» Saved data entries
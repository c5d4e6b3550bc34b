package yamlpos

import (
	"errors"
	"testing"
)

func TestErrorFormat(t *testing.T) {
	tests := []struct {
		name string
		err  *Error
		want string
	}{
		{"full", &Error{File: "pick.yaml", Line: 7, Key: "sensor_to_controller", Msg: `unknown key "lossy"`}, `pick.yaml:7: sensor_to_controller: unknown key "lossy"`},
		{"root key", &Error{File: "pick.yaml", Line: 3, Msg: `unknown key "x"`}, `pick.yaml:3: unknown key "x"`},
		{"no line", &Error{File: "pick.yaml", Msg: "empty document"}, `pick.yaml: empty document`},
		{"no file", &Error{Line: 2, Key: "a", Msg: "bad"}, `line 2: a: bad`},
	}
	for _, tt := range tests {
		t.Run(tt.name, func(t *testing.T) {
			if got := tt.err.Error(); got != tt.want {
				t.Errorf("got %q, want %q", got, tt.want)
			}
		})
	}
}

// TestFieldDecoding checks each helper on a small document, for the value
// it returns or the message it gives.
func TestFieldDecoding(t *testing.T) {
	const doc = `period: 10ms
seconds: 0.003
neg: -1ms
count: 42
name: 42
ratio: 1.5
vec: [0.5, 1]
mat: [[0, 1], [0, -2]]
ragged: [[1, 2], [3]]
word: abc
nested:
  a: 1
  b: {c: 2}
`
	root, err := Document("loop.yaml", []byte(doc))
	if err != nil {
		t.Fatal(err)
	}
	all := []string{"period", "seconds", "neg", "count", "name", "ratio", "vec", "mat", "ragged", "word", "nested"}
	f, err := root.Mapping(all...)
	if err != nil {
		t.Fatal(err)
	}
	check := func(name string, err error, want string) {
		t.Helper()
		got := "<nil>"
		if err != nil {
			got = err.Error()
		}
		if got != want {
			t.Errorf("%s: got %q, want %q", name, got, want)
		}
	}
	if v, err := f["period"].Duration(); err != nil || v != 0.01 {
		t.Errorf("period = %v, %v; want 0.01", v, err)
	}
	if v, err := f["seconds"].Duration(); err != nil || v != 0.003 {
		t.Errorf("seconds = %v, %v; want 0.003", v, err)
	}
	_, err = f["neg"].DurationIn(0, 1)
	check("neg", err, `loop.yaml:3: neg: want a duration in [0s, 1s], got "-1ms"`)
	_, err = f["word"].Duration()
	check("word", err, `loop.yaml:10: word: want a duration ("3ms") or seconds, got "abc"`)
	if v, err := f["count"].Uint64(); err != nil || v != 42 {
		t.Errorf("count = %v, %v", v, err)
	}
	if v, err := f["name"].Text(); err != nil || v != "42" {
		t.Errorf("name = %q, %v", v, err)
	}
	_, err = f["ratio"].FloatIn(0, 1)
	check("ratio", err, `loop.yaml:6: ratio: want a number in [0, 1], got "1.5"`)
	_, err = f["neg"].Positive()
	check("positive", err, `loop.yaml:3: neg: want a number > 0, got "-1ms"`)
	if v, err := f["vec"].Vector(); err != nil || len(v) != 2 || v[1] != 1 {
		t.Errorf("vec = %v, %v", v, err)
	}
	if m, err := f["mat"].Dense(2, 2); err != nil || m.At(1, 1) != -2 {
		t.Errorf("mat = %v, %v", m, err)
	}
	_, err = f["mat"].Dense(1, 1)
	check("shape", err, `loop.yaml:8: mat: want 1×1, got 2×2`)
	_, err = f["ragged"].Matrix()
	check("ragged", err, `loop.yaml:9: ragged[1]: want 2 numbers in each row, got 1`)
	n, err := f["nested"].Mapping("a", "b")
	if err != nil {
		t.Fatal(err)
	}
	_, err = n["b"].Mapping("d")
	check("unknown nested", err, `loop.yaml:13: nested.b: unknown key "c" (want one of: d)`)
	_, err = root.Mapping("period")
	check("unknown root", err, `loop.yaml:2: unknown key "seconds" (want one of: period)`)

	var pe *Error
	if !errors.As(err, &pe) || pe.Line != 2 {
		t.Errorf("errors.As: got %#v", pe)
	}
}

// laughs is a small document whose aliases expand to 10⁹ values.
const laughs = `a: &a [x, x, x, x, x, x, x, x, x, x]
b: &b [*a, *a, *a, *a, *a, *a, *a, *a, *a, *a]
c: &c [*b, *b, *b, *b, *b, *b, *b, *b, *b, *b]
d: &d [*c, *c, *c, *c, *c, *c, *c, *c, *c, *c]
e: &e [*d, *d, *d, *d, *d, *d, *d, *d, *d, *d]
f: &f [*e, *e, *e, *e, *e, *e, *e, *e, *e, *e]
g: &g [*f, *f, *f, *f, *f, *f, *f, *f, *f, *f]
h: &h [*g, *g, *g, *g, *g, *g, *g, *g, *g, *g]
i: &i [*h, *h, *h, *h, *h, *h, *h, *h, *h, *h]
`

func TestDocumentErrors(t *testing.T) {
	tests := []struct {
		name, data, want string
	}{
		{"empty", "", "x.yaml: empty document"},
		{"syntax", "a: b: c\n", "x.yaml: mapping values are not allowed in this context"},
		{"syntax with line", "a: 1\n\tb: 2\n", "x.yaml:2: found a tab character that violates indentation"},
		{"two docs", "a: 1\n---\nb: 2\n", "x.yaml:3: want one YAML document, got more"},
		{"duplicate", "a: 1\na: 2\n", `x.yaml:2: key "a" given twice`},
		{"alias bomb", laughs, `x.yaml:1: want at most 100000 values with aliases expanded, got more`},
	}
	for _, tt := range tests {
		t.Run(tt.name, func(t *testing.T) {
			root, err := Document("x.yaml", []byte(tt.data))
			if err == nil {
				_, err = root.Mapping("a", "b")
			}
			if err == nil || err.Error() != tt.want {
				t.Errorf("got %v, want %q", err, tt.want)
			}
		})
	}
}

// TreeSize counts every value once per place it stands, aliases
// expanded, and stops past its limit.
func TestTreeSize(t *testing.T) {
	const unlimited = 1 << 40
	cases := []struct {
		name      string
		data      string
		limit     int
		wantCount int
		wantOK    bool
	}{
		{"scalar", "3ms\n", unlimited, 1, true},
		{"mapping, its keys and values", "a: 1\nb: [2, 3]\n", unlimited, 7, true},
		{"alias counted where it stands", "a: &x [1, 2]\nb: *x\n", unlimited, 9, true},
		{"at the limit", "a: 1\nb: [2, 3]\n", 7, 7, true},
		{"past the limit", "a: 1\nb: [2, 3]\n", 6, 7, false},
	}
	for _, c := range cases {
		t.Run(c.name, func(t *testing.T) {
			root, err := Document("x.yaml", []byte(c.data))
			if err != nil {
				t.Fatal(err)
			}
			n, ok := TreeSize(root.Node, c.limit)
			if n != c.wantCount || ok != c.wantOK {
				t.Errorf("TreeSize = %d, %v; want %d, %v", n, ok, c.wantCount, c.wantOK)
			}
		})
	}
}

» Work to be completed
Reproduce all the data precisely, word for word.

» Response area
repository c5d4e6b3550bc34b
package yamlpos

import (
	"errors"
	"testing"
)

func TestErrorFormat(t *testing.T) {
	tests := []struct {
		name string
		err  *Error
		want string
	}{
		{"full", &Error{File: "pick.yaml", Line: 7, Key: "sensor_to_controller", Msg: `unknown key "lossy"`}, `pick.yaml:7: sensor_to_controller: unknown key "lossy"`},
		{"root key", &Error{File: "pick.yaml", Line: 3, Msg: `unknown key "x"`}, `pick.yaml:3: unknown key "x"`},
		{"no line", &Error{File: "pick.yaml", Msg: "empty document"}, `pick.yaml: empty document`},
		{"no file", &Error{Line: 2, Key: "a", Msg: "bad"}, `line 2: a: bad`},
	}
	for _, tt := range tests {
		t.Run(tt.name, func(t *testing.T) {
			if got := tt.err.Error(); got != tt.want {
				t.Errorf("got %q, want %q", got, tt.want)
			}
		})
	}
}

// TestFieldDecoding checks each helper on a small document, for the value
// it returns or the message it gives.
func TestFieldDecoding(t *testing.T) {
	const doc = `period: 10ms
seconds: 0.003
neg: -1ms
count: 42
name: 42
ratio: 1.5
vec: [0.5, 1]
mat: [[0, 1], [0, -2]]
ragged: [[1, 2], [3]]
word: abc
nested:
  a: 1
  b: {c: 2}
`
	root, err := Document("loop.yaml", []byte(doc))
	if err != nil {
		t.Fatal(err)
	}
	all := []string{"period", "seconds", "neg", "count", "name", "ratio", "vec", "mat", "ragged", "word", "nested"}
	f, err := root.Mapping(all...)
	if err != nil {
		t.Fatal(err)
	}
	check := func(name string, err error, want string) {
		t.Helper()
		got := "<nil>"
		if err != nil {
			got = err.Error()
		}
		if got != want {
			t.Errorf("%s: got %q, want %q", name, got, want)
		}
	}
	if v, err := f["period"].Duration(); err != nil || v != 0.01 {
		t.Errorf("period = %v, %v; want 0.01", v, err)
	}
	if v, err := f["seconds"].Duration(); err != nil || v != 0.003 {
		t.Errorf("seconds = %v, %v; want 0.003", v, err)
	}
	_, err = f["neg"].DurationIn(0, 1)
	check("neg", err, `loop.yaml:3: neg: want a duration in [0s, 1s], got "-1ms"`)
	_, err = f["word"].Duration()
	check("word", err, `loop.yaml:10: word: want a duration ("3ms") or seconds, got "abc"`)
	if v, err := f["count"].Uint64(); err != nil || v != 42 {
		t.Errorf("count = %v, %v", v, err)
	}
	if v, err := f["name"].Text(); err != nil || v != "42" {
		t.Errorf("name = %q, %v", v, err)
	}
	_, err = f["ratio"].FloatIn(0, 1)
	check("ratio", err, `loop.yaml:6: ratio: want a number in [0, 1], got "1.5"`)
	_, err = f["neg"].Positive()
	check("positive", err, `loop.yaml:3: neg: want a number > 0, got "-1ms"`)
	if v, err := f["vec"].Vector(); err != nil || len(v) != 2 || v[1] != 1 {
		t.Errorf("vec = %v, %v", v, err)
	}
	if m, err := f["mat"].Dense(2, 2); err != nil || m.At(1, 1) != -2 {
		t.Errorf("mat = %v, %v", m, err)
	}
	_, err = f["mat"].Dense(1, 1)
	check("shape", err, `loop.yaml:8: mat: want 1×1, got 2×2`)
	_, err = f["ragged"].Matrix()
	check("ragged", err, `loop.yaml:9: ragged[1]: want 2 numbers in each row, got 1`)
	n, err := f["nested"].Mapping("a", "b")
	if err != nil {
		t.Fatal(err)
	}
	_, err = n["b"].Mapping("d")
	check("unknown nested", err, `loop.yaml:13: nested.b: unknown key "c" (want one of: d)`)
	_, err = root.Mapping("period")
	check("unknown root", err, `loop.yaml:2: unknown key "seconds" (want one of: period)`)

	var pe *Error
	if !errors.As(err, &pe) || pe.Line != 2 {
		t.Errorf("errors.As: got %#v", pe)
	}
}

// laughs is a small document whose aliases expand to 10⁹ values.
const laughs = `a: &a [x, x, x, x, x, x, x, x, x, x]
b: &b [*a, *a, *a, *a, *a, *a, *a, *a, *a, *a]
c: &c [*b, *b, *b, *b, *b, *b, *b, *b, *b, *b]
d: &d [*c, *c, *c, *c, *c, *c, *c, *c, *c, *c]
e: &e [*d, *d, *d, *d, *d, *d, *d, *d, *d, *d]
f: &f [*e, *e, *e, *e, *e, *e, *e, *e, *e, *e]
g: &g [*f, *f, *f, *f, *f, *f, *f, *f, *f, *f]
h: &h [*g, *g, *g, *g, *g, *g, *g, *g, *g, *g]
i: &i [*h, *h, *h, *h, *h, *h, *h, *h, *h, *h]
`

func TestDocumentErrors(t *testing.T) {
	tests := []struct {
		name, data, want string
	}{
		{"empty", "", "x.yaml: empty document"},
		{"syntax", "a: b: c\n", "x.yaml: mapping values are not allowed in this context"},
		{"syntax with line", "a: 1\n\tb: 2\n", "x.yaml:2: found a tab character that violates indentation"},
		{"two docs", "a: 1\n---\nb: 2\n", "x.yaml:3: want one YAML document, got more"},
		{"duplicate", "a: 1\na: 2\n", `x.yaml:2: key "a" given twice`},
		{"alias bomb", laughs, `x.yaml:1: want at most 100000 values with aliases expanded, got more`},
	}
	for _, tt := range tests {
		t.Run(tt.name, func(t *testing.T) {
			root, err := Document("x.yaml", []byte(tt.data))
			if err == nil {
				_, err = root.Mapping("a", "b")
			}
			if err == nil || err.Error() != tt.want {
				t.Errorf("got %v, want %q", err, tt.want)
			}
		})
	}
}

// TreeSize counts every value once per place it stands, aliases
// expanded, and stops past its limit.
func TestTreeSize(t *testing.T) {
	const unlimited = 1 << 40
	cases := []struct {
		name      string
		data      string
		limit     int
		wantCount int
		wantOK    bool
	}{
		{"scalar", "3ms\n", unlimited, 1, true},
		{"mapping, its keys and values", "a: 1\nb: [2, 3]\n", unlimited, 7, true},
		{"alias counted where it stands", "a: &x [1, 2]\nb: *x\n", unlimited, 9, true},
		{"at the limit", "a: 1\nb: [2, 3]\n", 7, 7, true},
		{"past the limit", "a: 1\nb: [2, 3]\n", 6, 7, false},
	}
	for _, c := range cases {
		t.Run(c.name, func(t *testing.T) {
			root, err := Document("x.yaml", []byte(c.data))
			if err != nil {
				t.Fatal(err)
			}
			n, ok := TreeSize(root.Node, c.limit)
			if n != c.wantCount || ok != c.wantOK {
				t.Errorf("TreeSize = %d, %v; want %d, %v", n, ok, c.wantCount, c.wantOK)
			}
		})
	}
}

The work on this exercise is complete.